Where did you get them???

I want some for my shirts!


----------



## lizziemaxine (Nov 14, 2007)

Nuba said:


> COOL!
> 
> Where did you get them???
> 
> I want some for my shirts!


I got some of the glow in the dark rhinestones and am very pleased with them. Very fun.


----------



## Nuba (Jun 25, 2012)

lizziemaxine said:


> I got some of the glow in the dark rhinestones and am very pleased with them. Very fun.



GREAT!

Can you tell me where I can get them???


----------



## lizziemaxine (Nov 14, 2007)

Nuba said:


> GREAT!
> 
> Can you tell me where I can get them???
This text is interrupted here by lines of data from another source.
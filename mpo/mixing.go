package mpo

import (
	"rundle/internal/dense"
	"rundle/internal/task"
	"rundle/mps/block"
)

// Perturbation holds, for each charge of the bond between two sites, the matrix of states that the Hamiltonian reaches from
// theta on one side of the bond: the terms that cross it, applied on that side only (White 2005). A row is a combination of
// (l', s1') for the left side, of (s2', r') for the right side; the columns are what the rest of the network leaves open.
// Charges absent from theta itself are there too.
type Perturbation[T dense.Scalar] struct {
	net    network[T]
	left   bool
	Blocks []PerturbationBlock
}

// PerturbationBlock is the matrix of one bond charge: Rows × Cols at Offset of the slab, row-major; for the right side it is
// stored transposed, Cols × Rows.
type PerturbationBlock struct {
	Charge             block.Charge
	Rows, Cols, Offset int
	Segments           []Segment
}

// Segment places a pair of sectors (bond, site) or (site, bond) among the rows of a block.
type Segment struct{ Outer, Site, Start, Dim int }

// Size returns the elements of the slab.
func (p *Perturbation[T]) Size() int { return p.net.ySize }

// Run computes the matrices for the slab theta; the result is valid until the workspace is used again.
func (p *Perturbation[T]) Run(h *Projected[T], theta []T, ws *Workspace[T], pool *task.Pool) []T {
	ws.x, ws.y = grow(ws.x, p.net.xSize), grow(ws.y, p.net.ySize)
	a, b := h.left.Data, theta
	if !p.left {
		a, b = theta, h.right.Data
	}
	pool.Do(len(p.net.first), p.net.firstFlops, func(_, i int) { multiply(&p.net.first[i], a, b, ws.x) })
	p.net.runMiddle(ws.x, ws.y, pool)
	return ws.y
}

// PlanPerturbation plans the perturbation of the left (or right) side of the bond between the two sites of h.
func (h *Projected[T]) PlanPerturbation(left bool) *Perturbation[T] {
	if left {
		return h.planLeftPerturbation()
	}
	return h.planRightPerturbation()
}

// crossing reports whether index i of bond b carries a term that has begun and is not done.
func (h *Projected[T]) crossing(i int32) bool {
	b := h.op.Bonds[h.first+1]
	return int(i) != b.Vacant && int(i) != b.Done
}

// sideRows lists, per charge, the pairs of an outer bond sector and a site sector. sign is +1 for the left side
// (bond charge = l + s), -1 for the right (bond charge = r - s).
func (h *Projected[T]) sideRows(outer, site block.Axis, left bool) ([]PerturbationBlock, map[[2]int][2]int) {
	at := make(map[block.Charge]int)
	var blocks []PerturbationBlock
	place := make(map[[2]int][2]int)
	add := func(o, s int) {
		q := h.group.Sub(outer.Sectors[o].Charge, site.Sectors[s].Charge)
		if left {
			q = h.group.Add(outer.Sectors[o].Charge, site.Sectors[s].Charge)
		}
		i, ok := at[q]
		if !ok {
			i = len(blocks)
			at[q] = i
			blocks = append(blocks, PerturbationBlock{Charge: q})
		}
		b := &blocks[i]
		dim := outer.Sectors[o].Dim * site.Sectors[s].Dim
		place[[2]int{o, s}] = [2]int{i, b.Rows}
		b.Segments = append(b.Segments, Segment{Outer: o, Site: s, Start: b.Rows, Dim: dim})
		b.Rows += dim
	}
	if left {
		for o := range outer.Sectors {
			for s := range site.Sectors {
				add(o, s)
			}
		}
	} else {
		for s := range site.Sectors {
			for o := range outer.Sectors {
				add(o, s)
			}
		}
	}
	return blocks, place
}

// planLeftPerturbation: y(l', s1' | w, s2, r) = sum W1(a, w; s1', s1) env(l', a, l) theta(l, s1, s2, r).
func (h *Projected[T]) planLeftPerturbation() *Perturbation[T] {
	p := &Perturbation[T]{left: true}
	var y slab
	p.net.first, p.net.xSize = h.leftPass()
	th, g := h.Theta, h.group
	blocks, place := h.sideRows(h.left.Axes[0], th.Axes[1], true)
	groups := groupEntries(h.crossingEntries(h.op.Sites[h.first], true), h.wl, h.wm, newStateTable(h.op.Phys[h.first]))
	type column struct{ block, w, s2, r int }
	start := make(map[column]int)
	moves := make([][]moveTask[T], len(blocks))
	// Columns first: every (w, s2, r) whose ket bond charge r - s2 and MPO charge w add up to the block's.
	for i := range blocks {
		b := &blocks[i]
		for w := range h.wm.Sectors {
			for s2 := range th.Axes[2].Sectors {
				r, ok := th.Axes[3].Find(g.Add(g.Sub(b.Charge, h.wm.Sectors[w].Charge), th.Axes[2].Sectors[s2].Charge))
				if !ok {
					continue
				}
				start[column{i, w, s2, r}] = b.Cols
				b.Cols += h.wm.Sectors[w].Dim * th.Axes[2].Sectors[s2].Dim * th.Axes[3].Sectors[r].Dim
			}
		}
		b.Offset = y.take(b.Rows * b.Cols)
	}
	for t, tb := range th.Blocks {
		l, s1, s2, r := tb.Sectors[0], tb.Sectors[1], tb.Sectors[2], tb.Sectors[3]
		d1, cols := tb.Shape[1], tb.Shape[2]*tb.Shape[3]
		for a := range h.wl.Sectors {
			src, ok := h.pairs[pairKey{t, a}]
			if !ok {
				continue
			}
			lp, _ := h.left.Axes[0].Find(g.Add(th.Axes[0].Sectors[l].Charge, h.wl.Sectors[a].Charge))
			m, na := h.left.Axes[0].Sectors[lp].Dim, h.wl.Sectors[a].Dim
			for w := range h.wm.Sectors {
				for s1p := range th.Axes[1].Sectors {
					group := groups[groupKey{int32(a), int32(w), int32(s1p), int32(s1)}]
					if len(group) == 0 {
						continue
					}
					at := place[[2]int{lp, s1p}]
					b := &blocks[at[0]]
					c, ok := start[column{at[0], w, s2, r}]
					if !ok {
						continue
					}
					d := th.Axes[1].Sectors[s1p].Dim
					for _, e := range group {
						moves[at[0]] = append(moves[at[0]], moveTask[T]{src: src + (e.left*d1+e.in)*cols,
							dst: (at[1]+e.out)*b.Cols + c + e.right*cols, rows: m, cols: cols,
							lds: na * d1 * cols, ldd: d * b.Cols, value: e.value})
					}
				}
			}
		}
	}
	p.finish(blocks, moves, &y)
	return p
}

// planRightPerturbation: y(w, l, s1 | s2', r') = sum W2(w, c; s2', s2) theta(l, s1, s2, r) env(c, r, r').
func (h *Projected[T]) planRightPerturbation() *Perturbation[T] {
	p := &Perturbation[T]{}
	var x, y slab
	th, g := h.Theta, h.group
	blocks, place := h.sideRows(h.right.Axes[2], th.Axes[2], false)
	groups := groupEntries(h.crossingEntries(h.op.Sites[h.first+1], false), h.wm, h.wr, newStateTable(h.op.Phys[h.first+1]))
	type row struct{ block, w, l, s1 int }
	start := make(map[row]int)
	for i := range blocks {
		b := &blocks[i]
		for w := range h.wm.Sectors {
			for s1 := range th.Axes[1].Sectors {
				l, ok := th.Axes[0].Find(g.Sub(g.Sub(b.Charge, h.wm.Sectors[w].Charge), th.Axes[1].Sectors[s1].Charge))
				if !ok {
					continue
				}
				start[row{i, w, l, s1}] = b.Cols
				b.Cols += h.wm.Sectors[w].Dim * th.Axes[0].Sectors[l].Dim * th.Axes[1].Sectors[s1].Dim
			}
		}
		b.Offset = y.take(b.Rows * b.Cols)
	}
	moves := make([][]moveTask[T], len(blocks))
	for t, tb := range th.Blocks {
		l, s1, s2, r := tb.Sectors[0], tb.Sectors[1], tb.Sectors[2], tb.Sectors[3]
		rows, d2 := tb.Shape[0]*tb.Shape[1], tb.Shape[2]
		at, dims := firstRight(&p.net, g, th, h.right.Structure, h.wr, t, 3, rows*d2, tb.Shape[3], &x)
		for c := range h.wr.Sectors {
			n := dims[c]
			if n == 0 {
				continue
			}
			rp, _ := h.right.Axes[2].Find(g.Add(th.Axes[3].Sectors[r].Charge, h.wr.Sectors[c].Charge))
			nc := h.wr.Sectors[c].Dim
			for w := range h.wm.Sectors {
				for s2p := range th.Axes[2].Sectors {
					group := groups[groupKey{int32(w), int32(c), int32(s2p), int32(s2)}]
					if len(group) == 0 {
						continue
					}
					pl := place[[2]int{rp, s2p}]
					b := &blocks[pl[0]]
					st, ok := start[row{pl[0], w, l, s1}]
					if !ok {
						continue
					}
					for _, e := range group {
						moves[pl[0]] = append(moves[pl[0]], moveTask[T]{src: at[c] + (e.in*nc+e.right)*n,
							dst: (st+e.left*rows)*b.Rows + pl[1] + e.out*n, rows: rows, cols: n,
							lds: d2 * nc * n, ldd: b.Rows, value: e.value})
					}
				}
			}
		}
	}
	p.net.xSize = x.size
	p.finish(blocks, moves, &y)
	return p
}

func (p *Perturbation[T]) finish(blocks []PerturbationBlock, moves [][]moveTask[T], y *slab) {
	for i, b := range blocks {
		if len(moves[i]) == 0 {
			continue
		}
		p.Blocks = append(p.Blocks, b)
		p.net.middle = append(p.net.middle, finishPiece(b.Offset, b.Rows*b.Cols, moves[i]))
	}
	p.net.ySize = y.size
	p.net.seal()
}

// leftPass returns the first pass of h, which the left perturbation shares.
func (h *Projected[T]) leftPass() ([]gemmTask, int) { return h.net.first, h.net.xSize }

// crossingEntries keeps the entries whose inner bond index carries a crossing term.
func (h *Projected[T]) crossingEntries(entries []Entry[T], left bool) []Entry[T] {
	var keep []Entry[T]
	for _, e := range entries {
		i := e.Left
		if left {
			i = e.Right
		}
		if h.crossing(i) {
			keep = append(keep, e)
		}
	}
	return keep
}
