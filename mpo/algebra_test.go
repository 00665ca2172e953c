package mpo

import (
	"fmt"
	"math/rand/v2"
	"testing"

	"github.com/stretchr/testify/require"

	"rundle/internal/dense"
	"rundle/mps/block"
)

// randomOperator draws a sum and returns it with its matrix.
func randomOperator[T dense.Scalar](t *testing.T, rng *rand.Rand, g block.Group, kinds []kindTable, charge block.Charge, terms int) (*Operator[T], []complex128) {
	t.Helper()
	s := newSum(g, kinds...)
	s.Charge = charge
	s.addRandom(rng, terms, 3, coupling(rng, dense.IsComplex[T]()))
	o, err := Build[T](s.Strings, Options{})
	require.NoError(t, err)
	return o, s.dense()
}

func multiplied(a, b []complex128) []complex128 {
	n := 1
	for n*n < len(a) {
		n++
	}
	c := make([]complex128, n*n)
	for i := range n {
		for k := range n {
			for j := range n {
				c[i*n+j] += a[i*n+k] * b[k*n+j]
			}
		}
	}
	return c
}

func adjoint(a []complex128) []complex128 {
	n := 1
	for n*n < len(a) {
		n++
	}
	c := make([]complex128, n*n)
	for i := range n {
		for j := range n {
			c[i*n+j] = complex(real(a[j*n+i]), -imag(a[j*n+i]))
		}
	}
	return c
}

func testAlgebra[T dense.Scalar](t *testing.T, name string) {
	for seed := range uint64(seeds) {
		rng := rand.New(rand.NewPCG(seed, 5))
		g, kinds := families()[name]()
		if name == "clocks" && !dense.IsComplex[T]() {
			return
		}
		var raised block.Charge
		if seed == 1 {
			raised = kinds[0].Charges[2] // an operator that changes the charge
		}
		a, ha := randomOperator[T](t, rng, g, kinds, block.Charge{}, 6)
		b, hb := randomOperator[T](t, rng, g, kinds, raised, 5)

		requireOperator(t, adjoint(hb), Adjoint(b))
		requireOperator(t, multiplied(ha, hb), Product(a, b))
		requireOperator(t, multiplied(adjoint(hb), ha), Product(Adjoint(b), a))

		c := dense.FromFloat[T](-0.37)
		scaled, shifted := make([]complex128, len(ha)), append([]complex128(nil), ha...)
		n := 1
		for n*n < len(ha) {
			n++
		}
		for i, x := range hb {
			scaled[i] = -0.37 * x
		}
		for i := range n {
			shifted[i*n+i] -= 0.37
		}
		requireOperator(t, scaled, Scale(c, b))
		requireOperator(t, shifted, ShiftIdentity(a, c))
		requireOperator(t, ha, ShiftIdentity(ShiftIdentity(a, c), -c))

		b, hb = randomOperator[T](t, rng, g, kinds, block.Charge{}, 5)
		sum := append([]complex128(nil), ha...)
		for i, x := range hb {
			sum[i] += x
		}
		requireOperator(t, sum, Add(a, b))
		requireOperator(t, make([]complex128, len(ha)), Add(a, Scale(dense.FromFloat[T](-1), a)))
		requireOperator(t, ha, Add(a, Scale(dense.FromFloat[T](0), a)))
	}
}

func TestAlgebra(t *testing.T) {
	for name := range families() {
		t.Run(name+"/real", func(t *testing.T) { testAlgebra[float64](t, name) })
		t.Run(name+"/complex", func(t *testing.T) { testAlgebra[complex128](t, name) })
	}
}

// A square keeps the digits of small elements beside large ones: energies up to 1e3 n(n-1)/2 at n = 12 beside a link of one.
func TestProductKeepsDigits(t *testing.T) {
	g := testGroup(0)
	s := newSum(g, bosonKind(g, 12), bosonKind(g, 12))
	for i := range int32(2) {
		s.add(500, i, 4)
	}
	s.add(-1, 0, 2, 1, 1)
	s.add(-1, 0, 1, 1, 2)
	o, err := Build[float64](s.Strings, Options{})
	require.NoError(t, err)
	h := o.Dense()
	square := Product(o, o).Dense()
	at := func(n, m int) int { return 13*n + m }
	// From |1 1>: one hop each way, amplitude sqrt 2; then (H^2)(11,11) = 2 + 2, exactly but for a few roundings.
	require.InDelta(t, -1.4142135623730951, h[at(2, 0)*169+at(1, 1)], 1e-15)
	require.InDelta(t, 4, square[at(1, 1)*169+at(1, 1)], 1e-14)
	require.InDelta(t, 1, square[at(0, 1)*169+at(0, 1)], 1e-14)
}

func TestMisuse(t *testing.T) {
	g := testGroup(0)
	one, _ := randomOperator[float64](t, rand.New(rand.NewPCG(1, 1)), g, []kindTable{spinKind(g, 1), spinKind(g, 1)}, block.Charge{}, 2)
	two, _ := randomOperator[float64](t, rand.New(rand.NewPCG(1, 1)), g, []kindTable{spinKind(g, 2), spinKind(g, 1)}, block.Charge{}, 2)
	up, _ := randomOperator[float64](t, rand.New(rand.NewPCG(1, 1)), g, []kindTable{spinKind(g, 1), spinKind(g, 1)}, block.Charge{2}, 1)
	require.PanicsWithValue(t, fmt.Sprintf("mpo: sum of operators on different spaces: %v, local dimensions [2 2], and %v, local dimensions [3 2]", g, g), func() { Add(one, two) })
	require.Panics(t, func() { Product(one, two) })
	require.PanicsWithValue(t, "mpo: sum of operators of charges [0 0 0 0] and [2 0 0 0]", func() { Add(one, up) })
	require.PanicsWithValue(t, "mpo: multiple of the identity added to an operator of charge [2 0 0 0]", func() { ShiftIdentity(up, 1) })
}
 I got mine from www.SlickArtOnline.COM


----------



## Nuba (Jun 25, 2012)

lizziemaxine said:


> I got mine from www.SlickArtOnline.COM



Thanks!

I'll check it out.


----------



## diana13t (Mar 11, 2009)

lizziemaxine said:


> I got mine from www.SlickArtOnline.COM


I could not find them on the website


----------



## Bling Art USA (May 15, 2012)

Love it! Glow in the dark! Got to try some


----------



## Nuba (Jun 25, 2012)

Do you have a phone number on them.

Site isn't showing one.


----------



## heattransfers (Aug 5, 2009)

Glow in the dark? Does it mean the stone will shine in the dark without any light?


----------



## sunnydayz (Jun 22, 2007)

With them being epoxy or acrylic are they able to be used with a heat press? Or do they have to be applied with glue?


----------



## lizziemaxine (Nov 14, 2007)

sunnydayz said:


> With them being epoxy or acrylic are they able to be used with a heat press? Or do they have to be applied with glue?


I applied them with my heat press.


----------



## sunnydayz (Jun 22, 2007)

Awesome. I was wondering if the heat press would melt them.


----------